The above script works well, but the schema has changed quite a bit since it was written. I found it easier to install the last stable 1.4.x version, import my data, then upgrade mediawiki. The script did an excellent job of preserving almost all of the formatting.

Also see PhpWiki conversion for a solution that uses "sed".

Another solution (combination of already mentioned ones): User:Atrox/Phpwiki2Mediawiki.

Converting JSPWiki format to MediaWiki format[edit | edit source]

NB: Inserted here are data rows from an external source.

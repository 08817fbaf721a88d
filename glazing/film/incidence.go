package film

// What is known of a measured sheet off the normal: exactly of an uncoated one, by an estimate of a
// coated one.

import "math"

// An Uncoated is a sheet without films of which only its normal transmittance and reflectance are
// known: the index of its faces and the share of the power that survives one crossing.
type Uncoated struct{ Index, Surviving float64 }

// UncoatedOf returns the sheet of a normal transmittance and reflectance: r of a face and a of a crossing
// from T = (1 − r)² a/(1 − r² a²) and R = r (1 + a T), solved for r. ok is false where no sheet has
// such shares.
func UncoatedOf(t, r float64) (u Uncoated, ok bool) {
	if !(t > 0 && r > 0 && t+r <= 1) {
		return u, false
	}
	b := t*t - r*r + 2*r + 1
	face := (b - math.Sqrt(b*b-4*(2-r)*r)) / (2 * (2 - r))
	if !(face > 0 && face < r) {
		return u, false
	}
	root := math.Sqrt(face)
	u = Uncoated{Index: (1 + root) / (1 - root), Surviving: min(1, (r-face)/(face*t))}
	return u, u.Surviving > 0
}

// At returns the shares at an angle of incidence in degrees: Fresnel at the faces, and the crossing
// along the refracted path. The absorption of glass is too weak to change the reflectance of a face.
func (u Uncoated) At(angleDeg float64) Polarised {
	sin, cos := math.Sincos(angleDeg * math.Pi / 180)
	square := u.Index * u.Index
	q := math.Sqrt(square - sin*sin) // n cos θ' of the refracted light
	a := math.Pow(u.Surviving, u.Index/q)
	return Polarised{
		S: slab(complex((cos-q)/(cos+q), 0), a),
		P: slab(complex((square*cos-q)/(square*cos+q), 0), a),
	}
}

// Estimated returns the transmittance at an angle of incidence in degrees over that at normal incidence,
// and the share of what is not reflected at normal incidence that is reflected more, by the
// polynomial for coated glazing of a number of panes in a category from 1 (strongly coated) to 4
// (clear) (Roos, Polato, van Nijnatten, Hutchins, Olive, Anderson, Solar Energy 69 (2001) S6 15, from
// memory). It is an estimate.
func Estimated(panes, category, angleDeg float64) (transmittance, reflected float64) {
	z := angleDeg / 90
	const a, beta = 8.0, 2.0
	b := 0.25 / category
	c := 1 - a - b
	alpha := 5.2 + 0.7*category
	gamma := (5.26 + 0.06*panes) + (0.73+0.04*panes)*category
	return 1 - float64(a*math.Pow(z, alpha)) - float64(b*math.Pow(z, beta)) - float64(c*math.Pow(z, gamma)), math.Pow(z, gamma)
}

// On takes the pane's indices at ascending wavelengths in nm, each held beyond its range, as a rating
// needs it at an angle.
func (c Coated) On(nm []float64) *Sampled { return c.InFilms().sampleHeld(nm) }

You can use jspwiki2mediawiki.pl to convert JSPWiki pages to MediaWiki format.
The basis for this tool is php2mediawiki by Isaac Wilcox. php2mediawiki provided a convenient basis for this converter and the modifications added to it were introduced to support the conversion of the JSPWiki format.

Converting TracWiki format to MediaWiki format[edit | edit source]

You can use tracwiki2mediawiki.pl to convert TracWiki pages to MediaWiki format.
The basis for this tool is php2mediawiki by Isaac Wilcox. php2mediawiki provided a convenient basis for this converter and the modifications added to it were introduced to support the conversion of the TracWiki format.

Converting MoinMoin format to MediaWiki format[edit | edit source]

There are various scripts for this, all dodgy. See MoinMoin.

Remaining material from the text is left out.